First, we selected the lists of the most difficult genes, i.e. genes with the lowest \(p\) value in terms of mapper and group. As a next step, we wanted to use a standard workflow that uses data for only one mapper. Therefore, for each dataset and each mapper, we determined the lists of DEGs at the \(0.05\) significance level using the edgeR package. This test is based on the negative binomial distribution, which is commonly used to model the count-based data generated by RNA-seq experiments. The exact test implemented in edgeR tests for differential expression by comparing the expression levels of genes between different conditions or groups. This approach uses information from whole genes to improve the estimate of dispersion and increase the power to detect differentially expressed genes. The schematic of the overall indentification workflow is shown in Fig. 5.

Figure 5
figure 5

Pipeline for the procedure of seeking DGs.
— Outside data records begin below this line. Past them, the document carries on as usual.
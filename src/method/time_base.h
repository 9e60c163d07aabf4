// SPDX-License-Identifier: GPL-3.0-or-later
// A recorder's own time, followed by the tones it carries. Tape runs too fast, too slow and
// unevenly; a steady tone says so at every moment. The response is read again at the moments at
// which the stimulus' samples stand in it, before harmonics and products are taken.
//
//   y(m - e(m)) = s(m),   s: the stimulus' lines with their amplitudes as they come back
//
// e is a quintic spline with a knot every 16 ms (for tones below 47 Hz every 3/4 of a period),
// fitted by least squares to all samples of the hold at once, through the slope of the whole
// periodic response (Gauss and Newton's method; for white noise the maximum likelihood estimate of
// e). It passes changes of up to 10 Hz within 0.01 % of their excursion and ends at 31 Hz.
#pragma once

#include <optional>
#include <span>
#include <vector>

#include "method/block_spectra.h"

namespace kneeprint {

/// How a recorder ran while one take passed.
struct RecorderTime {
  bool drifts = false;   ///< significantly (F test at 0.1 %), by more than 0.001 sample
  double speed = 0.0;    ///< mean relative error of the speed, positive when fast
  double flutter = 0.0;  ///< peak deviation of the relative speed between 0.5 and 10 Hz
  /// rms error that the time still has: the tracker's own noise, and what the tone's sidebands show
  /// beyond noise and amplitude modulation. Without significant drift: what was not taken out.
  Seconds jitter{0.0};

  /// Relative loss of a line at `f` by the jitter: 1 - exp(-x^2 / 2), x = 2 pi f jitter (mean of
  /// exp(j x) for Gaussian x; the carrier of a phase-modulated tone). Not corrected: a standard
  /// uncertainty of this size is stated instead.
  double loss(Hertz f) const;
  /// The line at `f` with that term in its uncertainty.
  Line with_loss(const Line& line, Hertz f) const;
};

/// A take whose recorder's time was followed.
struct SteadiedTake {
  RecorderTime time;
  /// In the stimulus' time within the hold and 5 ms around it, elsewhere as it came. Empty without
  /// significant drift: then the response stands, bit for bit.
  std::optional<Waveform> take;
  /// Bins of a block on either side of a line in which phase noise was taken for flutter and
  /// removed: they tell too little noise. 0 where nothing was taken out.
  std::size_t emptied = 0;

  const Waveform& or_else(const Waveform& response) const { return take ? *take : response; }
};

/// `hold`: where the response is steady, and 10 ms before and after it. `tones`: cycles per block
/// of the stimulus' tones; the one that tells time best leads, the harmonics of one (to 20),
/// the products of two (to order 5) follow. Excursions of up to 8 ms are followed. Never throws for
/// bad data: with no tone, or one too weak to tell, the response stands.
SteadiedTake steady_time(const Waveform& response, const HoldLayout& hold,
                         std::span<const std::size_t> tones);

/// The one or two steady tones of a stimulus, in cycles per block; none where it has no two equal
/// blocks, or other lines above a hundredth of the strongest.
std::vector<std::size_t> steady_tones(const Stimulus& stimulus);

/// What methods call: steady_time where the rig's clock drifts, else the response as it is.
SteadiedTake in_stimulus_time(const Waveform& response, const HoldLayout& hold,
                              std::span<const std::size_t> tones, const RigView& rig);

}  // namespace kneeprint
As a summary of our research, we calculated percentages of the number of of significant genes with respect to the mappers and groups identified by the the experiment.
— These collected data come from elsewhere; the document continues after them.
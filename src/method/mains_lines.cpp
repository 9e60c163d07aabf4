// SPDX-License-Identifier: GPL-3.0-or-later
#include "method/mains_lines.h"

#include <algorithm>
#include <array>
#include <cmath>
#include <numbers>

namespace kneeprint {
namespace {

constexpr double kRounding = 1e-9;  // leaks 180 dB under the line
constexpr int kRounds = 3;          // each leaves some per cent of the error before

// A rectangular window of N samples shows of a cosine of amplitude 1, x bins away,
// sin(pi x) exp(j pi x) (cot(pi x / N) - j) / N (Harris 1978, eq. 21, rearranged), for x << N
// sin(pi x) exp(j pi x) / pi times (1 / x - j pi / N). Whole bins more leave the first factor
// alone.
std::complex<double> numerator(double x) {
  const double turn = std::numbers::pi * x;
  return std::polar(std::sin(turn) / std::numbers::pi, turn);
}

double power_of_multiples(const BlockSpectra& spectra, std::size_t mains) {
  double sum = 0.0;
  for (std::size_t k = mains; k <= MainsLines::kHighest; k += mains) {
    if (k % 300 != 0) sum += spectra.band_power(0, k, k);  // 300 Hz and so on belong to both
  }
  return sum;
}

}  // namespace

// The stronger family first: at the other one's places stands little but what this one leaks.
MainsLines::MainsLines(const BlockSpectra& spectra)
    : tail_(0.0, std::numbers::pi / (2.0 * static_cast<double>(spectra.bins() - 1))) {
  std::array<std::size_t, 2> families{50, 60};
  if (power_of_multiples(spectra, 60) > power_of_multiples(spectra, 50)) {
    std::swap(families[0], families[1]);
  }
  for (const std::size_t mains : families) {
    for (int round = 0; round < kRounds; ++round) {
      follow(spectra, mains);
      refine(spectra);
    }
  }
}

// All multiples of one mains are off in proportion: the slope of their advance over the order by
// least squares, from the lowest up, each unwrapped by those before.
double MainsLines::advance_per_order(const BlockSpectra& spectra, std::size_t mains) const {
  double slope = 0.0, products = 0.0, squares = 0.0;
  for (std::size_t n = 1; n * mains <= kHighest; ++n) {
    std::complex<double> advance = 0.0;
    for (int b = 1; b < spectra.blocks(); ++b) {
      advance += own(spectra, b, n * mains) * std::conj(own(spectra, b - 1, n * mains));
    }
    const auto order = static_cast<double>(n);
    const double predicted = slope * order;
    const double turned =
        predicted + std::remainder(std::arg(advance) - predicted, 2.0 * std::numbers::pi);
    products += std::abs(advance) * order * turned;
    squares += std::abs(advance) * order * order;
    if (squares > 0.0) slope = products / squares;
  }
  return slope;
}

// Places the lines of one mains anew. What both share (300 Hz and so on) stays the first one's.
void MainsLines::follow(const BlockSpectra& spectra, std::size_t mains) {
  const double slope = advance_per_order(spectra, mains);
  std::erase_if(lines_, [&](const Line& line) { return line.mains == mains; });
  for (std::size_t n = 1; n * mains <= kHighest; ++n) {
    double off = static_cast<double>(n) * slope / (2.0 * std::numbers::pi);
    if (std::abs(off) > 0.5) break;
    if (std::abs(off) < kRounding) off = 0.0;
    const bool taken =
        std::ranges::any_of(lines_, [&](const Line& line) { return line.bin == n * mains; });
    if (taken) continue;
    lines_.push_back({mains, n * mains, off, numerator(off), {}});
    lines_.back().amplitude.resize(static_cast<std::size_t>(spectra.blocks()));
  }
}

// Amplitudes by relaxation.
void MainsLines::refine(const BlockSpectra& spectra) {
  for (int round = 0; round < kRounds; ++round) {
    for (Line& line : lines_) {
      for (int b = 0; b < spectra.blocks(); ++b) {
        line.amplitude[static_cast<std::size_t>(b)] = own(spectra, b, line.bin) / line.gain();
      }
    }
  }
}

std::complex<double> MainsLines::own(const BlockSpectra& spectra, int block,
                                     std::size_t bin) const {
  std::complex<double> rest = spectra.at(block, bin) - leakage(block, bin);
  for (const Line& line : lines_) {
    if (line.bin != bin) continue;
    rest += line.amplitude[static_cast<std::size_t>(block)] * line.gain();
  }
  return rest;
}

std::complex<double> MainsLines::leakage(int block, std::size_t bin) const {
  if (bin > kFarthest) return 0.0;
  std::complex<double> sum = 0.0;
  const auto at = static_cast<double>(bin);
  for (const Line& line : lines_) {
    const std::complex<double> a = line.amplitude[static_cast<std::size_t>(block)];
    if (line.off == 0.0) {
      if (line.bin == bin) sum += a;
      continue;
    }
    const auto bin_of_line = static_cast<double>(line.bin);
    const double away = bin_of_line - at + line.off, image = bin_of_line + at + line.off;
    const std::complex<double> n = a * line.numerator;
    // The second term is the cosine's half at negative frequency.
    sum += n * (1.0 / away - tail_) + std::conj(n * (1.0 / image - tail_));
  }
  return sum;
}

}  // namespace kneeprint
Methods for classification

DEGs can be used as biomarkers for disease diagnosis and prognosis, facilitating personalized medicine and guiding drug development. However, for practicality and ease of testing, it’s critical to maintain a manageable number of biomarkers, which requires verification of the predictive power of selected genes. Discriminant analysis can enhance their utility by classifying observations into predefined groups based on these gene biomarkers, evaluating their performance and identifying the most influential ones for further investigation or diagnostic application. Therefore, the next step was to investigate the influence of the DGs on the classification process. For each mapper and each dataset, the top DEGs that were or were not difficult to predict whether a sample belonged to a particular group introduced in the experiment (e.g. control or treatment group) were used as features to input into the classifier. Predictions were made based on the number of top DEGs genes and top DGs corresponding to 33%, 50% and 67% of the samples in a given dataset. To reduce the bias associated with the choice of classification algorithm, the joint classifier ‘ensemble’ was used35. This classifier uses a number of machine learning algorithms to make predictions and then combines them to make a final prediction. In the classifier 100 bootstrap iterations were performed for four classifiers: support vector machine, random forest, neural networks and rpart. To reduce bias in the results, the classification procedure was repeated 10 times. For validation, 5-fold and 10-fold cross-validation procedures were used for datasets with less and more than 20 samples, respectively. The selected DEGs and DGs used for training and prediction in each iteration were obtained in the training step, ensuring that the model generalizes well to unseen data. The results are presented in the violin plots and the average AUC values were calculated based on the pROC package36.

All statistical analyses were performed using R software 3.6.237. All visualisations were prepared using the ggplot2 package38.